Then Lucille looked across at them--and Mr. Sabin suddenly remembered that Reginald Brott knew them both only as strangers.
"Muriel," she said, "you are behaving disgracefully."
"I am doing my best," Lady Carey answered, "to keep you in countenance."
The eyes of the two women met for a moment, and though the smiles lingered still upon their faces Lady Carey at any rate was not able to wholly conceal her hatred. Lucille shrugged her shoulders.
"I am doing my best," she said, "to convert Mr. Brott."
"To what?" Lady Carey asked.
"To a sane point of view concerning the holiness of the aristocracy,"
Lucille answered. "I am afraid though that I have made very little impression. In his heart I believe Mr. Brott would like to see us all working for our living, school-teachers and dressmakers, and that sort of thing, you know."
Mr. Brott protested.
"I am not even," he declared, "moderately advanced in my views as regards matters of your s.e.x. To tell you the truth, I do not like women to work at all outside their homes."
Lady Carey laughed.
"My dear," she said to Lucille, "you and I may as well retire in despair. Can't you see the sort of woman Mr. Brott admires? She isn't like us a bit. She is probably a healthy, ruddy-cheeked young person who lives in the country, gets up to breakfast to pour out the coffee for some sort of a male relative, goes round the garden snipping off roses in big gloves and a huge basket, interviews the cook, orders the dinner, makes fancy waistcoats for her husband, and failing a sewing maid, does the mending for the family. You and I, Lucille, are not like that."
"Well, you have mentioned nothing which I couldn't do, if it seemed worth while," Lucille objected. "It sounds very primitive and delightful. I am sure we are all too luxurious and too lazy. I think we ought to turn over a new leaf."
"For you, dear Lucille," Lady Carey said with suave and deadly satire, "what improvement is possible? You have all that you could desire. It is much less fortunate persons, such as myself, to whom Utopia must seem such a delightful place."

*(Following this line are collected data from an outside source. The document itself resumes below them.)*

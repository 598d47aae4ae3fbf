"""The MQTT client plumbing both ends of a rig share: topics, connecting, publishing.

What lives here: `Topics` (the topics of one rig, docs/mqtt.md), `make_client`,
`connect_client`, `disconnect_client`, `publish_now`, `quick_ack`, `set_nodelay`,
`expiry`, the retained status (`status_payload`, `decode_status`), `client_id`,
`admits_anonymous`, `explain_mqtt_error`, `tls_context_for`.
What does not: the host link (`drivers.mqtt_link`), the runtime's publisher
(`drivers.mqtt_publisher`), the device side (`sim_rigs.device_mqtt`).
"""

from __future__ import annotations

import asyncio
import contextlib
import math
import socket
import ssl
import time
import uuid
from dataclasses import dataclass, field, fields, replace
from typing import Any

import aiomqtt
import msgpack
from paho.mqtt.packettypes import PacketTypes
from paho.mqtt.properties import Properties

from drivers.base import LinkClosed
from drivers.mqtt_settings import MqttAuthError, MqttSettings


@dataclass(frozen=True)
class Topics:
    """The topics of one rig, ``<prefix>/<rig>/<leaf>`` (see docs/mqtt.md).

    hello: device -> all, retained: the device's hello.
    status: device -> all, retained: online/offline (the last will says offline).
    sample: device -> host: samples, heartbeats, fault and stop reports.
    command: host -> device: commands, stops, heartbeats and the host hello.
    telemetry: runtime -> remote tools: decimated telemetry records.
    mode: runtime -> remote tools, retained with expiry: supervisor mode.
    trip: runtime -> remote tools: trip summaries.
    request: remote tools -> runtime: operator requests.
    reply: runtime -> remote tools: replies to requests.
    """

    prefix: str
    rig: str
    hello: str = field(init=False)
    status: str = field(init=False)
    sample: str = field(init=False)
    command: str = field(init=False)
    telemetry: str = field(init=False)
    mode: str = field(init=False)
    trip: str = field(init=False)
    request: str = field(init=False)
    reply: str = field(init=False)

    def __post_init__(self) -> None:
        for f in fields(self)[2:]:
            object.__setattr__(self, f.name, f"{self.prefix}/{self.rig}/{f.name}")


# --------------------------------------------------------------------------- shared helpers


class _PackedProperties(Properties):
    """Properties packed once: paho packs a publish's properties on every send."""

    _packed: bytes | None = None

    def pack(self) -> bytes:
        if self._packed is None:
            object.__setattr__(self, "_packed", super().pack())
        assert self._packed is not None
        return self._packed


def expiry(seconds: int | float, packet: int = PacketTypes.PUBLISH) -> Properties:
    """MQTT 5 properties with a message expiry interval (whole seconds, at least 1).

    Packed on first use and then reused as is: set nothing on it afterwards.
    """
    props = _PackedProperties(packet)
    props.MessageExpiryInterval = max(1, int(math.ceil(seconds)))
    return props


def status_payload(online: bool, rig: str, reason: str = "", status: int = 0) -> bytes:
    """The retained status message: a msgpack map {online, rig, reason, status, t_wall}."""
    return msgpack.packb({"online": bool(online), "rig": rig, "reason": reason,
                          "status": int(status), "t_wall": time.time()})


def decode_status(payload: bytes) -> dict[str, Any] | None:
    """Decode a status payload; None when it is not one."""
    try:
        d = msgpack.unpackb(payload, raw=False)
    except Exception:
        return None
    if not isinstance(d, dict) or not isinstance(d.get("online"), bool):
        return None
    return d


def explain_mqtt_error(exc: BaseException, settings: MqttSettings) -> LinkClosed:
    """Turn an aiomqtt/OS error into a one-line `LinkClosed` (or `MqttAuthError`)."""
    where = f"MQTT broker {settings.host}:{settings.port}"
    rc = getattr(exc, "rc", None)
    code = getattr(rc, "value", rc)
    if code in (4, 5, 134, 135):
        who = f"user {settings.username!r}" if settings.username else "an anonymous client"
        return MqttAuthError(
            f"{where} refused the login of {who} ({exc}): check [link.mqtt] username and the "
            f"password in the environment variable named by [link.mqtt] password_env"
        )
    if isinstance(exc, ssl.SSLError):
        return LinkClosed(f"TLS to {where} failed ({exc}): check [link.mqtt] ca_file and tls")
    return LinkClosed(f"{where}: {exc or type(exc).__name__}")


def tls_context_for(tls: bool, ca_file: str | None = None, cert_file: str | None = None,
                    key_file: str | None = None) -> ssl.SSLContext | None:
    """The TLS context for a broker connection (None without TLS): the broker's CA
    (`ca_file`, else the system store) and, when given, a client certificate."""
    if not tls:
        return None
    ctx = ssl.create_default_context(cafile=ca_file)
    if cert_file is not None:
        ctx.load_cert_chain(cert_file, key_file)
    return ctx


def make_client(
    settings: MqttSettings,
    *,
    identifier: str,
    will: aiomqtt.Will | None = None,
    max_queued: int = 1024,
) -> aiomqtt.Client:
    """An MQTT 5 aiomqtt client for these settings (call inside the running loop)."""
    return aiomqtt.Client(
        settings.host,
        settings.port,
        username=settings.username,
        password=settings.password,
        identifier=identifier,
        protocol=aiomqtt.ProtocolVersion.V5,
        will=will,
        tls_context=tls_context_for(settings.tls, settings.ca_file, settings.cert_file,
                                    settings.key_file),
        keepalive=settings.keepalive_s,
        timeout=settings.connect_timeout_s,
        max_queued_incoming_messages=max_queued,
    )


async def connect_client(client: aiomqtt.Client, settings: MqttSettings) -> None:
    """Enter `client`, translating failures into `LinkClosed` / `MqttAuthError`."""
    try:
        await client.__aenter__()
    except (aiomqtt.MqttError, OSError, ssl.SSLError) as exc:
        raise explain_mqtt_error(exc, settings) from None
    set_nodelay(client)


async def admits_anonymous(settings: MqttSettings, timeout_s: float = 3.0) -> bool:
    """True when the broker accepts a client with no user name and no password (same TLS).

    On such a broker anyone who can reach it may publish commands, forged samples and
    a status that says the device is offline (docs/mqtt.md, threat model).
    """
    probe = replace(settings, username=None, password=None, cert_file=None, key_file=None,
                    connect_timeout_s=timeout_s)
    client = make_client(probe, identifier=client_id("probe", settings.rig or "none"))
    try:
        await asyncio.wait_for(connect_client(client, probe), timeout_s + 1.0)
    except (TimeoutError, LinkClosed, OSError):
        return False
    await disconnect_client(client)
    return True


def set_nodelay(client: aiomqtt.Client) -> bool:
    """Turn Nagle's algorithm off on the client's socket (paho leaves it on); True if set.

    With Nagle on, a small publish waits while an earlier one is unacknowledged.
    """
    sock = client._client.socket()  # aiomqtt keeps its paho client here
    if not isinstance(sock, socket.socket):  # none yet, or a websocket wrapper
        return False
    with contextlib.suppress(OSError, AttributeError):
        sock.setsockopt(socket.IPPROTO_TCP, socket.TCP_NODELAY, 1)
        return True
    return False


_TCP_QUICKACK = getattr(socket, "TCP_QUICKACK", None)


def quick_ack(sock: Any) -> None:
    """Acknowledge what was just read at once (Linux TCP_QUICKACK; a no-op elsewhere).

    A broker without ``set_tcp_nodelay`` holds its next small message to us
    until our kernel acknowledges the last one; the delayed acknowledgement
    otherwise rides on our next message, a whole period later. The kernel
    clears the flag by itself, so it is set again after every read.
    """
    if _TCP_QUICKACK is not None and sock is not None:
        with contextlib.suppress(OSError, AttributeError):
            sock.setsockopt(socket.IPPROTO_TCP, _TCP_QUICKACK, 1)


def publish_now(
    client: aiomqtt.Client,
    topic: str,
    payload: bytes,
    properties: Properties | None = None,
    *,
    qos: int = 0,
    retain: bool = False,
) -> None:
    """Publish and write the packet to the socket before returning.

    `aiomqtt.Client.publish` leaves the write to the event loop (a writer
    callback registered for the next turn, then a wait for paho's publish
    callback): two or three loop turns per message. This writes at once.
    Call it in the client's own loop thread, never from inside a paho callback
    (paho holds a non-reentrant lock there). Raises `aiomqtt.MqttCodeError`.
    """
    pc = client._client
    # Paho would ask aiomqtt to watch the socket for writability (a callback
    # scheduled for the loop's next turn, which may find the socket closed);
    # the write follows here at once, so the loop is asked only when bytes are
    # left over (a full socket buffer).
    was_registered = getattr(pc, "_registered_write", True)
    pc._registered_write = True
    try:
        info = pc.publish(topic, payload, qos, retain, properties)
        rc = pc.loop_write() if info.rc == 0 else 0
    finally:
        if not was_registered and pc.want_write() and pc._registered_write:
            pc._registered_write = False
            pc._call_socket_register_write()
        elif not was_registered and not pc.want_write():
            pc._registered_write = False
    if info.rc != 0:
        raise aiomqtt.MqttCodeError(info.rc, "Could not publish message")
    if rc != 0:
        raise aiomqtt.MqttCodeError(rc, "Could not write to the broker")


async def disconnect_client(client: aiomqtt.Client | None) -> None:
    """Leave `client`; never raises."""
    if client is None:
        return
    try:
        await asyncio.wait_for(client.__aexit__(None, None, None), 2.0)
    except asyncio.CancelledError:
        # aiomqtt may raise CancelledError of its own while it tears down; that one is
        # swallowed. A cancellation of the task calling us is passed on: swallowing it
        # made a cancelled publisher reconnect forever (a run that SIGTERM did not end).
        task = asyncio.current_task()
        if task is not None and task.cancelling():
            raise
    except Exception:  # noqa: BLE001 - leaving a dead connection must never raise
        pass
    # A connection the broker dropped leaves aiomqtt's disconnect future holding its
    # exception, which its __aexit__ (aiomqtt 2.5) returns early past without reading:
    # asyncio then logs "Future exception was never retrieved" when the client is
    # collected. We know the connection is gone (the link said so): read it here.
    fut = getattr(client, "_disconnected", None)
    if isinstance(fut, asyncio.Future) and fut.done() and not fut.cancelled():
        fut.exception()


def client_id(role: str, rig: str) -> str:
    """A unique MQTT client identifier, ``corral-<role>-<rig>-<8 hex digits>``."""
    return f"corral-{role}-{rig}-{uuid.uuid4().hex[:8]}"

A frock-coated and altogether immaculate young man approached their table and accosted Mr. Sabin.
"I beg your pardon, sir," he said, "but the manager would be much obliged if you would spare him a moment or two in his private room as soon as possible."
Mr. Sabin nodded.
"In a few minutes," he answered.
The little party broke up almost immediately. Coffee was ordered in the palm court, where the band was playing. Mr. Sabin and the Prince fell a little behind the others on the way out of the room.

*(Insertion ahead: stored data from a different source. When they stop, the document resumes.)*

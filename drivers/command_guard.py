"""The device's own command fail-safe, for simulated devices written in Python.

What lives here: `CommandGuard` (command timeout, latched stop, clamping, the
session lease). What does not: any transport (`drivers.serial_link`,
`sim_rigs.device`), the codec (`drivers.wire`).
"""

from __future__ import annotations

import math

from drivers.base import (
    FLAG_OUTPUTS_ON,
    FLAG_STOP,
    STATUS_COMMAND_TIMEOUT,
    STATUS_OK,
    STATUS_OUTPUTS_OFF,
    STATUS_SATURATED,
    Command,
)
from drivers.sequence import seq_newer

# --------------------------------------------------------------------------- device side


class CommandGuard:
    """The device's own fail-safe, for simulated devices written in Python.

    Mirrors the C reference (drivers/device_c/corral_device.c): outputs are
    zero until a valid command arrives; a command older than the last applied
    one is ignored; if no valid command arrived for `timeout_s`, outputs go to
    zero and `STATUS_COMMAND_TIMEOUT | STATUS_OUTPUTS_OFF` is reported; a stop
    (message or `FLAG_STOP`) latches outputs off until `rearm()` (a new host
    hello). Commands are clamped to `limits` (`STATUS_SATURATED` when clamped).
    """

    def __init__(self, limits: tuple[float, ...], timeout_s: float,
                 lease_s: float | None = None) -> None:
        self.limits = tuple(float(v) for v in limits)
        self.timeout_s = float(timeout_s)
        self.lease_s = float(lease_s) if lease_s is not None else max(1.0, 20 * self.timeout_s)
        """An owner silent (no accepted command) this long may be replaced by a new host."""
        self.owner: int | None = None
        """The session whose commands are obeyed (None until a host hello)."""
        self._owner_t = 0.0
        self.sessions_refused = 0
        """Host hellos refused because another live session owns the rig."""
        self.foreign_commands = 0
        """Commands refused because they carry another session's token."""
        self.stopped = False
        self._u = tuple(0.0 for _ in self.limits)
        self._flags = 0
        self._last_cmd_t: float | None = None
        self._last_seq: int | None = None
        self.commands = 0

    def on_host_hello(self, session: int, now: float) -> int:
        """A host asks for the rig with `session`; returns the session the device grants.

        Granted (and the guard re-armed) when nobody owns the rig, when it is the
        owner asking again, or when the owner has been silent for `lease_s`;
        otherwise refused (counted) and the owner's session is returned, so the
        asking host learns the rig is taken.
        """
        owner = self.owner
        if owner is None or session == owner or now - self._owner_t > self.lease_s:
            self.owner = session
            self._owner_t = now
            self.rearm()
            return session
        self.sessions_refused += 1
        return owner

    def rearm(self) -> None:
        """Clear a latched stop (the host said hello again)."""
        self.stopped = False
        self._last_cmd_t = None
        self._last_seq = None

    def on_stop(self) -> None:
        """A stop message arrived: outputs off, latched."""
        self.stopped = True

    def on_command(self, cmd: Command, now: float) -> bool:
        """Apply a command received at device time `now`; False if it was rejected."""
        if self.owner is None or cmd.session != self.owner:
            self.foreign_commands += 1
            return False
        if len(cmd.u) != len(self.limits) or not all(math.isfinite(v) for v in cmd.u):
            return False
        if self._last_seq is not None and not seq_newer(cmd.seq, self._last_seq):
            return False
        self._last_seq = cmd.seq
        self._last_cmd_t = now
        self._owner_t = now
        self._u = tuple(cmd.u)
        self._flags = cmd.flags
        self.commands += 1
        if cmd.flags & FLAG_STOP:
            self.stopped = True
        return True

    def outputs(self, now: float) -> tuple[tuple[float, ...], int]:
        """The outputs to apply at device time `now` and the status bits to report."""
        zero = tuple(0.0 for _ in self.limits)
        if self.stopped:
            return zero, STATUS_OUTPUTS_OFF
        if self._last_cmd_t is None:
            return zero, STATUS_OUTPUTS_OFF
        if now - self._last_cmd_t > self.timeout_s:
            return zero, STATUS_COMMAND_TIMEOUT | STATUS_OUTPUTS_OFF
        if not self._flags & FLAG_OUTPUTS_ON:
            return zero, STATUS_OUTPUTS_OFF
        status = STATUS_OK
        u = []
        for v, lim in zip(self._u, self.limits, strict=True):
            if v > lim:
                v, status = lim, status | STATUS_SATURATED
            elif v < -lim:
                v, status = -lim, status | STATUS_SATURATED
            u.append(v)
        return tuple(u), status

"You heard my summons?" Mr. Sabin asked.
"Yes!"
"I am going to be cross-examined as regards Duson. I am no longer a member of the Order. What is to prevent my setting them upon the right track?"
"The fact," the Prince said coolly, "that you are hoping one day to recover Lucille."

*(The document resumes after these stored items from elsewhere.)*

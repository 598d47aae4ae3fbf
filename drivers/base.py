"""The one small interface every rig link speaks, and the messages that cross it.

A link is an async context manager: open it, read `Sample`s from it, send
`Command`s to it, read its `LinkStats`. What lives here: the message records
and the abstract `Link`. What does not: framing and codecs (`drivers.wire`),
concrete transports (`drivers.serial_link`, `drivers.mqtt_link`) and the
simulated rig (`sim_rigs`), which implements this interface in-process.

`drivers/` imports neither `runtime/` nor `sim_rigs/`.
"""

from __future__ import annotations

import abc
from dataclasses import dataclass, field
from types import TracebackType

# Status bits a device may set on a sample (bit positions are part of the wire
# protocol, see docs/wire-protocol.md).
STATUS_OK = 0
STATUS_SATURATED = 1 << 0
STATUS_COMMAND_TIMEOUT = 1 << 1
STATUS_FAULT = 1 << 2
STATUS_OUTPUTS_OFF = 1 << 3

# Command flag bits.
FLAG_OUTPUTS_ON = 1 << 0
FLAG_FALLBACK = 1 << 1
FLAG_STOP = 1 << 2


@dataclass(frozen=True, slots=True)
class Hello:
    """What a rig says about itself when a link opens."""

    protocol: int
    rig_id: str
    channels: tuple[str, ...]
    units: tuple[str, ...]
    sample_rate_hz: float
    output_names: tuple[str, ...]
    output_limits: tuple[float, ...]
    output_units: tuple[str, ...] = ()
    command_timeout_s: float = 0.05


@dataclass(slots=True)
class Sample:
    """One measurement from the rig: sequence number, device time (s), readings, status bits."""

    seq: int
    t_device: float
    y: tuple[float, ...]
    status: int = STATUS_OK
    t_host: float = 0.0
    """Host monotonic time (s) at which the sample was received; set by the link."""


@dataclass(slots=True)
class Command:
    """One command to the rig: echoes the sample sequence it answers, inputs, flag bits."""

    seq: int
    u: tuple[float, ...]
    flags: int = FLAG_OUTPUTS_ON


@dataclass(slots=True)
class LinkStats:
    """Counters a link keeps; the watchdog and telemetry read them."""

    frames_in: int = 0
    frames_out: int = 0
    crc_errors: int = 0
    cobs_errors: int = 0
    decode_errors: int = 0
    unknown_kinds: int = 0
    gaps: int = 0
    """Missed samples: a sequence jump of k adds k - 1."""
    duplicates: int = 0
    """Samples repeated or older than the last one (dropped)."""
    late_frames: int = 0
    """Samples dropped because the loop fell behind (receive queue full)."""
    send_drops: int = 0
    """Commands dropped because the device is not reading."""
    reconnects: int = 0
    connected: bool = False
    last_sample_host_s: float = 0.0
    latencies_us: list[float] = field(default_factory=list, repr=False)

    def as_dict(self) -> dict[str, float | int | bool | None]:
        """Counters as a plain dict (latency as p50/p99 in microseconds)."""
        import numpy as np

        out: dict[str, float | int | bool | None] = {
            k: getattr(self, k)
            for k in (
                "frames_in", "frames_out", "crc_errors", "cobs_errors", "decode_errors",
                "unknown_kinds", "gaps", "duplicates", "late_frames", "send_drops", "reconnects",
                "connected",
            )
        }
        lat = np.asarray(self.latencies_us[-100_000:], dtype=float)
        # None (JSON null) rather than NaN when nothing was measured: NaN is not JSON.
        out["latency_p50_us"] = float(np.percentile(lat, 50)) if lat.size else None
        out["latency_p99_us"] = float(np.percentile(lat, 99)) if lat.size else None
        return out


class LinkClosed(Exception):
    """The link is gone (unplugged, broker lost, device offline)."""


class Link(abc.ABC):
    """A connection to one rig.

    Usage::

        async with link:
            hello = link.hello
            sample = await link.receive()
            await link.send(Command(sample.seq, (0.0, 0.0)))
    """

    hello: Hello | None = None
    stats: LinkStats

    async def __aenter__(self) -> Link:
        await self.open()
        return self

    async def __aexit__(
        self,
        exc_type: type[BaseException] | None,
        exc: BaseException | None,
        tb: TracebackType | None,
    ) -> None:
        await self.close()

    @abc.abstractmethod
    async def open(self) -> None:
        """Connect and complete the hello handshake (sets `self.hello`)."""

    @abc.abstractmethod
    async def close(self) -> None:
        """Send a stop if possible, then disconnect. Never raises."""

    @abc.abstractmethod
    async def receive(self) -> Sample:
        """Wait for the next sample. Raises `LinkClosed` when the rig is gone."""

    @abc.abstractmethod
    async def send(self, command: Command) -> None:
        """Send one command (never blocks on a slow peer for long)."""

"I doubt," Mr. Sabin said, "whether you are strong enough to keep her from me."
The Prince smiled. All his white teeth were showing.
"Come," he said, "you know better than--much better than that. Lucille must wait her release. You know that."
"I will buy it," Mr. Sabin said, "with a lie to the manager here, or I will tell the truth and still take her from you."
The Prince stood upon the topmost step of the balcony. Below was the palm court, with many little groups of people dotted about.
"My dear friend," he said, "Duson died absolutely of his own free will.
You know that quite well. We should have preferred that the matter had been otherwise arranged. But as it is we are safe, absolutely safe."
"Duson's letter!" Mr. Sabin remarked.
"You will not show it," the Prince answered. "You cannot. You have kept it too long. And, after all, you cannot escape from the main fact. Duson committed suicide."
"He was incited to murder. His letter proves it."
The Prince shrugged his shoulders.
"By whom? Ah, how your story would excite ridicule. I seem to hear the laughter now. No, my dear Souspennier, you would bargain for me with Lucille. Look below. Are we likely to part with her just yet?"
In a corner, behind a gigantic palm, Lucille and Brott were talking together. Lady Carey had drawn Opperman a little distance away. Brott was talking eagerly, his cheeks flushed, his manner earnest. Mr. Sabin turned upon his heel and walked away.
CHAPTER x.x.xII
Mr. Sabin, although he had registered at the hotel under his accustomed pseudonym, had taken no pains to conceal his ident.i.ty, and was well known to the people in authority about the place. He was received with all the respect due to his rank.
"Your Grace will, I trust, accept my most sincere apologies for disturbing you," Mr. Hertz, the manager, said, rising and bowing at his entrance. "We have here, however, an emissary connected with the police come to inquire into the sad incident of this afternoon. He expressed a wish to ask your Grace a question or two with a view to rendering your Grace's attendance at the inquest unnecessary."
Mr. Sabin nodded.
"I am perfectly willing," he said, "to answer any questions you may choose to put to me."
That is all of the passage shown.